▸ **What is needed**: In full and without changes, output the data.

▸ **Saved data entries**:
○ ○ ○ ○ ○
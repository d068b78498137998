// SPDX-License-Identifier: MPL-2.0
#include "core/balance/second_law.h"
#include "core/processes/ideal_gas.h"
#include "core/substances/gas.h"

#include <gtest/gtest.h>

#include <array>
#include <cmath>
#include <random>
#include <string>

// A million steps that can happen, and their mirrors, which cannot: what any plant is made of, judged by
// the balance. No step may come out below zero beyond rounding, no mirror may pass.

namespace {

using namespace core;
using namespace core::balance;

Temperature kelvin(double t) { return Temperature::kelvin(t); }
Positive<Pressure> pascal(double p) { return {Pressure::from_value(p)}; }

/// Changes of entropy, heats and boundary temperatures of one step; unused heats are zero.
struct Step {
    std::array<double, 2> changes{};
    double heat = 0, boundary = 300;

    Verdict verdict(double sign) const {
        const std::array<double, 2> signed_changes{sign * changes[0], sign * changes[1]};
        const double signed_heat = sign * heat;
        return second_law_verdict<Total>(
            Column<Uncertain<Entropy>>{signed_changes.data(), nullptr, 2},
            Column<Uncertain<Energy>>{&signed_heat, nullptr, 1},
            Column<Uncertain<Temperature>>{&boundary, nullptr, 1}, std::nullopt);
    }
};

class Plant {
public:
    Step step() {
        switch (engine_() % 6) {
        case 0:
            return heating();
        case 1:
            return mixing();
        case 2:
            return throttling();
        case 3:
            return heat_exchange();
        case 4:
            return machine_of_constant_gas();
        default:
            return machine_of_real_mixture();
        }
    }

private:
    double between(double low, double high) {
        return low * std::pow(high / low, static_cast<double>(engine_()) / 4294967295.0);
    }
    double temperature() { return between(220, 1500); }

    /// A body heated across a boundary at least as hot as it becomes, or cooled across one as cold.
    Step heating() {
        const double c = between(0.1, 1e5), from = temperature(), to = temperature();
        const double boundary = to > from ? to * between(1, 2) : to / between(1, 2);
        return {{c * std::log(to / from), 0}, c * (to - from), boundary};
    }
    /// Two ideal gases mixed at one temperature and pressure.
    Step mixing() {
        const double n = between(1e-3, 1e3), x = between(1e-6, 0.999999), r = gas_constant.value();
        return {{-n * r * x * std::log(x), -n * r * (1 - x) * std::log1p(-x)}};
    }
    /// An ideal gas let down without work and heat.
    Step throttling() {
        const double p = between(1e3, 1e8), n = between(1e-3, 1e3), t = temperature();
        return {
            {n * processes::entropy_of_gas({MolarEntropy::from_value(between(21, 100))}, kelvin(t),
                                           pascal(p), kelvin(t), pascal(p / between(1, 1e3)))
                     .value(),
             0}};
    }
    /// Two streams in counterflow, temperatures not crossing at either end.
    Step heat_exchange() {
        const double a = temperature(), b = temperature(), hot = std::max(a, b),
                     cold = std::min(a, b);
        const double hot_rate = between(0.1, 100), cold_rate = between(0.1, 100);
        const double most = std::min(hot_rate, cold_rate) * (hot - cold);
        const double heat = most * between(1e-6, 1);
        return {{hot_rate * std::log1p(-heat / hot_rate / hot),
                 cold_rate * std::log1p(heat / cold_rate / cold)}};
    }
    /// A compressor or turbine of efficiency below 1, by the relation of constant heat capacity.
    Step machine_of_constant_gas() {
        const Positive<MolarHeatCapacity> cp{MolarEntropy::from_value(between(25, 60))};
        const double t = temperature(), p1 = between(1e4, 1e7), p2 = between(1e4, 1e7);
        const Temperature end = processes::temperature_adiabatic(
            cp, kelvin(t), pascal(p1), pascal(p2), Efficiency{between(0.3, 0.999)});
        return {
            {processes::adiabatic_generation(cp, kelvin(t), pascal(p1), end, pascal(p2)).value(),
             0}};
    }
    /// The same of a gas of the tables.
    Step machine_of_real_mixture() {
        substances::Gas const& gas = gases_[engine_() % gases_.size()];
        const double t = between(350, 900), p1 = between(1e5, 1e6), p2 = p1 * between(0.2, 5);
        const Temperature end = substances::temperature_adiabatic(
            gas, kelvin(t), pascal(p1), pascal(p2), Efficiency{between(0.5, 0.999)});
        return {
            {substances::adiabatic_generation(gas, kelvin(t), pascal(p1), end, pascal(p2)).value(),
             0}};
    }

    std::mt19937 engine_{20261201};
    std::array<substances::Gas, 3> gases_{substances::read_gas("N2"), substances::read_gas("CO2"),
                                          substances::read_gas("0.79 N2 + 0.21 O2")};
};

TEST(SecondLaw, PassesAMillionStepsAndNoneOfTheirMirrors) {
    Plant plant;
    int irreversible = 0;
    for (int i = 0; i < 1'000'000; ++i) {
        const Step step = plant.step();
        const Verdict forward = step.verdict(1);
        ASSERT_NE(forward, Verdict::impossible) << i;
        if (forward != Verdict::irreversible) continue;
        ++irreversible;
        ASSERT_EQ(step.verdict(-1), Verdict::impossible) << i;
    }
    EXPECT_GT(irreversible, 990'000);
}

} // namespace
○ ○ ○ ○ ○
▸ **Your solution**:
repository d068b78498137998
// SPDX-License-Identifier: MPL-2.0
#include "core/balance/second_law.h"
#include "core/processes/ideal_gas.h"
#include "core/substances/gas.h"

#include <gtest/gtest.h>

#include <array>
#include <cmath>
#include <random>
#include <string>

// A million steps that can happen, and their mirrors, which cannot: what any plant is made of, judged by
// the balance. No step may come out below zero beyond rounding, no mirror may pass.

namespace {

using namespace core;
using namespace core::balance;

Temperature kelvin(double t) { return Temperature::kelvin(t); }
Positive<Pressure> pascal(double p) { return {Pressure::from_value(p)}; }

/// Changes of entropy, heats and boundary temperatures of one step; unused heats are zero.
struct Step {
    std::array<double, 2> changes{};
    double heat = 0, boundary = 300;

    Verdict verdict(double sign) const {
        const std::array<double, 2> signed_changes{sign * changes[0], sign * changes[1]};
        const double signed_heat = sign * heat;
        return second_law_verdict<Total>(
            Column<Uncertain<Entropy>>{signed_changes.data(), nullptr, 2},
            Column<Uncertain<Energy>>{&signed_heat, nullptr, 1},
            Column<Uncertain<Temperature>>{&boundary, nullptr, 1}, std::nullopt);
    }
};

class Plant {
public:
    Step step() {
        switch (engine_() % 6) {
        case 0:
            return heating();
        case 1:
            return mixing();
        case 2:
            return throttling();
        case 3:
            return heat_exchange();
        case 4:
            return machine_of_constant_gas();
        default:
            return machine_of_real_mixture();
        }
    }

private:
    double between(double low, double high) {
        return low * std::pow(high / low, static_cast<double>(engine_()) / 4294967295.0);
    }
    double temperature() { return between(220, 1500); }

    /// A body heated across a boundary at least as hot as it becomes, or cooled across one as cold.
    Step heating() {
        const double c = between(0.1, 1e5), from = temperature(), to = temperature();
        const double boundary = to > from ? to * between(1, 2) : to / between(1, 2);
        return {{c * std::log(to / from), 0}, c * (to - from), boundary};
    }
    /// Two ideal gases mixed at one temperature and pressure.
    Step mixing() {
        const double n = between(1e-3, 1e3), x = between(1e-6, 0.999999), r = gas_constant.value();
        return {{-n * r * x * std::log(x), -n * r * (1 - x) * std::log1p(-x)}};
    }
    /// An ideal gas let down without work and heat.
    Step throttling() {
        const double p = between(1e3, 1e8), n = between(1e-3, 1e3), t = temperature();
        return {
            {n * processes::entropy_of_gas({MolarEntropy::from_value(between(21, 100))}, kelvin(t),
                                           pascal(p), kelvin(t), pascal(p / between(1, 1e3)))
                     .value(),
             0}};
    }
    /// Two streams in counterflow, temperatures not crossing at either end.
    Step heat_exchange() {
        const double a = temperature(), b = temperature(), hot = std::max(a, b),
                     cold = std::min(a, b);
        const double hot_rate = between(0.1, 100), cold_rate = between(0.1, 100);
        const double most = std::min(hot_rate, cold_rate) * (hot - cold);
        const double heat = most * between(1e-6, 1);
        return {{hot_rate * std::log1p(-heat / hot_rate / hot),
                 cold_rate * std::log1p(heat / cold_rate / cold)}};
    }
    /// A compressor or turbine of efficiency below 1, by the relation of constant heat capacity.
    Step machine_of_constant_gas() {
        const Positive<MolarHeatCapacity> cp{MolarEntropy::from_value(between(25, 60))};
        const double t = temperature(), p1 = between(1e4, 1e7), p2 = between(1e4, 1e7);
        const Temperature end = processes::temperature_adiabatic(
            cp, kelvin(t), pascal(p1), pascal(p2), Efficiency{between(0.3, 0.999)});
        return {
            {processes::adiabatic_generation(cp, kelvin(t), pascal(p1), end, pascal(p2)).value(),
             0}};
    }
    /// The same of a gas of the tables.
    Step machine_of_real_mixture() {
        substances::Gas const& gas = gases_[engine_() % gases_.size()];
        const double t = between(350, 900), p1 = between(1e5, 1e6), p2 = p1 * between(0.2, 5);
        const Temperature end = substances::temperature_adiabatic(
            gas, kelvin(t), pascal(p1), pascal(p2), Efficiency{between(0.5, 0.999)});
        return {
            {substances::adiabatic_generation(gas, kelvin(t), pascal(p1), end, pascal(p2)).value(),
             0}};
    }

    std::mt19937 engine_{20261201};
    std::array<substances::Gas, 3> gases_{substances::read_gas("N2"), substances::read_gas("CO2"),
                                          substances::read_gas("0.79 N2 + 0.21 O2")};
};

TEST(SecondLaw, PassesAMillionStepsAndNoneOfTheirMirrors) {
    Plant plant;
    int irreversible = 0;
    for (int i = 0; i < 1'000'000; ++i) {
        const Step step = plant.step();
        const Verdict forward = step.verdict(1);
        ASSERT_NE(forward, Verdict::impossible) << i;
        if (forward != Verdict::irreversible) continue;
        ++irreversible;
        ASSERT_EQ(step.verdict(-1), Verdict::impossible) << i;
    }
    EXPECT_GT(irreversible, 990'000);
}

} // namespace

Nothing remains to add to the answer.